風呂上がりのカラダにタオルを巻きつけたまま、何の目的がある訳でも無くInstagramを眺める。

季節外れのストーブの前にうずくまりながら「おうち時間」のステッカーが貼られたストーリーをいくつかスキップしていると、急に画面の動きが鈍くなってiPhoneの電源が切れた。今までブルーライトを煌々と放っていたディスプレイには、ただ髪先の雫が揺れて反射している。

さっきまで右手に握られたそれを通じて世界の全てと繋がっていたのに、急に私だけ洗面所に取り残された様な気がした。
バッテリーを使い果たしたiPhoneは指紋にさえ反応しない。

“身体を使って呼吸をする私”と”SNS上で情報化された私”の繋ぎ目が閉じられて、私は急に自分の一部を無くしたように感じてしまった。もちろん私の全てがSNSと連動している訳ではないけれど、暮らしを営む本体としての私だけでは自分自身のアイデンティティを保持するのに不十分だから。

現実の世界に住む側の私たちは、生まれ持った性別や容姿だけで悲しいほどにその社会的帰属をジャッジされてしまう。だからといって、誤解を招かないように自分自身の正義と進む方向を掲げながら街を歩くこともできない。

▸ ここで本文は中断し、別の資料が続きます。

import { LiveAnnouncer } from '@angular/cdk/a11y';
import { DecimalPipe } from '@angular/common';
import { ChangeDetectionStrategy, Component, computed, inject, input, output, signal } from '@angular/core';
import { toObservable, toSignal } from '@angular/core/rxjs-interop';
import { FormControl, NonNullableFormBuilder, ReactiveFormsModule, Validators } from '@angular/forms';
import { MatButtonModule } from '@angular/material/button';
import { MatDialog } from '@angular/material/dialog';
import { MatFormFieldModule } from '@angular/material/form-field';
import { MatIconModule } from '@angular/material/icon';
import { MatInputModule } from '@angular/material/input';
import { MatProgressBarModule } from '@angular/material/progress-bar';
import { Router, RouterLink } from '@angular/router';
import { reviewStateLines, utcTimeText, type AnalysisRecord } from '@tallyfit/contracts';
import { combineLatest, filter, type Observable, switchMap } from 'rxjs';
import { AnalysesApi } from '../../core/api/analyses-api';
import { apiErrorMessage } from '../../core/api/api-error-message';
import { ReviewsApi } from '../../core/api/reviews-api';
import { AuthSession } from '../../core/auth/auth-session';
import { formatP } from '../../core/format/p-value';
import { LOADING, loadedValue, toLoadState } from '../../core/load/load-state';
import { NotificationsCenter } from '../../core/notifications/notifications-center';
import { ConfirmDialog, type ConfirmData } from '../../shared/confirm-dialog/confirm-dialog';
import { openReturn, reviewActions } from './review-actions';

/**
 * The review loop on the result page: where the analysis stands (in the words the exports use), the
 * reason it was returned, the reviewer's decision with the effect size in view, and the author's
 * moves (submit, withdraw, edit title and notes, change and re-run, delete).
 */
@Component({
  selector: 'tf-review-panel',
  imports: [
    DecimalPipe,
    ReactiveFormsModule,
    RouterLink,
    MatButtonModule,
    MatFormFieldModule,
    MatIconModule,
    MatInputModule,
    MatProgressBarModule,
  ],
  templateUrl: './review-panel.html',
  styleUrl: './review-panel.scss',
  changeDetection: ChangeDetectionStrategy.OnPush,
})
export class ReviewPanel {
  private readonly analysesApi = inject(AnalysesApi);
  private readonly reviewsApi = inject(ReviewsApi);
  private readonly center = inject(NotificationsCenter);
  private readonly dialog = inject(MatDialog);
  private readonly router = inject(Router);
  private readonly announcer = inject(LiveAnnouncer);
  private readonly user = inject(AuthSession).user;

  readonly analysis = input.required<AnalysisRecord>();
  /** Changes when a decision was made, so the review history is read again. */
  readonly reloadKey = input(0);
  /** A decision or edit changed the analysis: the page reads it again. */
  readonly changed = output<void>();

  private readonly reviewsState = toSignal(
    combineLatest([toObservable(this.analysis), toObservable(this.reloadKey)]).pipe(
      switchMap(([analysis]) => toLoadState(this.reviewsApi.reviews(analysis.id))),
    ),
    { initialValue: LOADING },
  );
  private readonly reviews = computed(() => loadedValue(this.reviewsState()) ?? []);
  protected readonly stateLines = computed(() => reviewStateLines(this.analysis().status, this.reviews()));
  protected readonly returned = computed(() => openReturn(this.analysis().status, this.reviews()));
  protected readonly actions = computed(() => {
    const user = this.user();
    return reviewActions(this.analysis(), user ? { id: user.id, role: user.role } : null);
  });
  protected readonly isAuthor = computed(() => this.user()?.id === this.analysis().author.id);
  protected readonly formatP = formatP;
  protected readonly utcTimeText = utcTimeText;

  protected readonly note = new FormControl('', { nonNullable: true, validators: Validators.maxLength(5000) });
  protected readonly noteMissing = signal(false);
  protected readonly editing = signal(false);
  protected readonly details = inject(NonNullableFormBuilder).group({
    title: ['', [Validators.required, Validators.maxLength(200)]],
    notes: ['', Validators.maxLength(10_000)],
  });
  protected readonly busy = signal<string | null>(null);
  protected readonly problem = signal<string | null>(null);

  protected signOff(): void {
    this.noteMissing.set(false);
    this.act('Signing off…', this.reviewsApi.signOff(this.analysis().id, this.note.value), 'Signed off. The author is told.');
  }

  protected returnToAuthor(): void {
    const reason = this.note.value.trim();
    this.noteMissing.set(!reason);
    if (!reason) return;
    this.act('Returning…', this.reviewsApi.returnToAuthor(this.analysis().id, reason), 'Returned to the author with your note.');
  }

  protected submit(): void {
    this.act('Submitting…', this.reviewsApi.submit(this.analysis().id), 'Submitted for review. Reviewers are told.');
  }

  protected withdraw(): void {
    this.act('Withdrawing…', this.reviewsApi.withdraw(this.analysis().id), 'Submission withdrawn; the analysis is a draft again.');
  }

  protected startEditing(): void {
    const { title, notes } = this.analysis();
    this.details.reset({ title, notes: notes ?? '' });
    this.editing.set(true);
  }

  protected saveDetails(): void {
    if (this.details.invalid) {
      this.details.markAllAsTouched();
      return;
    }
    const { title, notes } = this.details.getRawValue();
    this.act('Saving…', this.analysesApi.update(this.analysis().id, { title: title.trim(), notes: notes.trim() || null }), 'Title and notes saved.', () =>
      this.editing.set(false),
    );
  }

  protected remove(): void {
    const analysis = this.analysis();
    const data: ConfirmData = {
      title: 'Delete this analysis?',
      message: `“${analysis.title}” and all its ${analysis.version} version(s) will be removed from every list. The audit trail keeps a record.`,
      confirm: 'Delete analysis',
    };
    this.dialog
      .open<ConfirmDialog, ConfirmData, boolean>(ConfirmDialog, { data, maxWidth: '95vw' })
      .afterClosed()
      .pipe(filter(Boolean))
      .subscribe(() => {
        this.busy.set('Deleting…');
        this.analysesApi.delete(analysis.id).subscribe({
          next: () => {
            this.busy.set(null);
            void this.announcer.announce('Analysis deleted.');
            void this.router.navigate(['/analyses']);
          },
          error: (error: unknown) => this.failed(error),
        });
      });
  }

  private act(doing: string, request: Observable<unknown>, done: string, after?: () => void): void {
    this.busy.set(doing);
    this.problem.set(null);
    request.subscribe({
      next: () => {
        this.busy.set(null);
        this.note.reset();
        after?.();
        this.center.refresh();
        void this.announcer.announce(done);
        this.changed.emit();
      },
      error: (error: unknown) => this.failed(error),
    });
  }

  private failed(error: unknown): void {
    this.busy.set(null);
    this.problem.set(apiErrorMessage(error));
  }
}
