/**
 * Compare a computed value with a reference within a stated tolerance, printing both values, the
 * difference and the tolerance when they disagree.
 */
export interface Tolerance {
  /** relative tolerance |a − b| / |b| */
  relative?: number;
  /** absolute tolerance |a − b| */
  absolute?: number;
}

export function expectClose(actual: number, expected: number, tolerance: Tolerance, label = ''): void {
  const difference = Math.abs(actual - expected);
  const relativeOk = tolerance.relative !== undefined && difference <= tolerance.relative * Math.abs(expected);
  const absoluteOk = tolerance.absolute !== undefined && difference <= tolerance.absolute;
  if (Number.isNaN(actual) || !(relativeOk || absoluteOk || actual === expected)) {
    throw new Error(
      `${label ? `${label}: ` : ''}got ${actual}, expected ${expected}; difference ${difference.toExponential(3)}` +
        ` (relative ${(difference / Math.abs(expected)).toExponential(3)}), tolerance ${JSON.stringify(tolerance)}`,
    );
  }
}
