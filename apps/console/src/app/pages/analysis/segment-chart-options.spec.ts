import type { SegmentRow } from '@tallyfit/engine';
import { MAX_PANELS, panelRows, segmentChartOptions } from './segment-chart-options';

const colours = { primary: '#111', tertiary: '#222', text: '#333', grid: '#444', surface: '#fff' };
// Invented segments: observed and expected counts chosen so the shares are easy to read by hand.
const row = (segment: string, rank: number | undefined, observed = [30, 70]): SegmentRow => ({
  segment,
  n: observed[0] + observed[1],
  rank,
  significant: rank === 1,
  drivers: [],
  categories: [
    { label: 'a', observed: observed[0], expected: 50 },
    { label: 'b', observed: observed[1], expected: 50 },
  ],
});

describe('segmentChartOptions', () => {
  it('draws one panel per tested segment in rank order, with shares of its own N', () => {
    const options = segmentChartOptions([row('north', 1), row('south', 2, [50, 50]), { ...row('empty', undefined), categories: [] }], colours) as {
      title: Array<{ text: string }>;
      series: Array<{ name: string; data: number[]; xAxisIndex: number }>;
      grid: unknown[];
    };
    expect(options.title.map((title) => title.text)).toEqual(['1. north — departs', '2. south']);
    expect(options.grid).toHaveLength(2);
    expect(options.series.filter((series) => series.xAxisIndex === 0).map((series) => [series.name, series.data])).toEqual([
      ['Observed share', [0.3, 0.7]],
      ['Expected share', [0.5, 0.5]],
    ]);
  });

  it('keeps at most twelve panels', () => {
    const many = Array.from({ length: 20 }, (_, i) => row(`s${i}`, i + 1));
    expect(panelRows(many)).toHaveLength(MAX_PANELS);
  });
});
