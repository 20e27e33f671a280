import { DecimalPipe } from '@angular/common';
import { ChangeDetectionStrategy, Component, input } from '@angular/core';
import type { AnalysisResult } from '@tallyfit/engine';
import { formatP } from '../../core/format/p-value';
import { RESIDUAL_GUIDE } from './chart-options';

/** Each category's observed and expected counts, share, residuals, adjusted p and interval. */
@Component({
  selector: 'tf-categories-table',
  imports: [DecimalPipe],
  templateUrl: './categories-table.html',
  styleUrl: './categories-table.scss',
  changeDetection: ChangeDetectionStrategy.OnPush,
})
export class CategoriesTable {
  readonly result = input.required<AnalysisResult>();
  protected readonly guide = RESIDUAL_GUIDE;
  protected readonly formatP = formatP;

  protected adjustWord(adjust: AnalysisResult['posthoc']['adjust']): string {
    return { holm: 'Holm-adjusted', bonferroni: 'Bonferroni-adjusted', none: 'unadjusted' }[adjust];
  }
}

だから日々ステートメントを掲げる代わりに、私は文章やイメージで自分の内側を情報化し、本当に在りたい自分をさらに外へ彫刻しようとしている。
そこに突っ立っているだけではただの”女子大生”とカテゴライズされてしまう私でも、画面を通じて意識の根がどこに生えているのか、向かう幹はどの空へ広がっているのかを表明することができる。
過去と経験の上に集約された私のアイデンティティは、もはや身体にあるだけじゃない。

電源の入らないiPhoneを前にして、外型の異なる二つの私の間には崩せない壁があることに気がついてしまった。指先に操られて自意識的に作り上げられた自己は、バッテリーさえ奪われてしまえば全くの無力。
感情さえ、見えないことを理由に無視されてしまうこの現実世界でそれは「最初から存在しない」と同じことにされてしまう。

彫刻の場を無くした自分自身と、インターネットという外付けメモリでのみ解放されたアイデンティティ。もしこの先、イーロン・マスクが提唱するように人類の意識がコンピューターに移植される世の中がやってくるのなら、心臓が打つ生身の体を「本当の私」と言い切ることが出来るだろうか。5G回線で加速するのはメッセージを届けるスピードでも、高画質の動画配信でも無く、情報化した私たちのアイデンティティと取り残された肉体との乖離だと思う。  

iPhoneから手を離して昼間にベランダから取り入れた部屋着に腕を通す。ほのかに暖かい布地が肌に触れて初めて、今日の天気が晴れだったことを知った。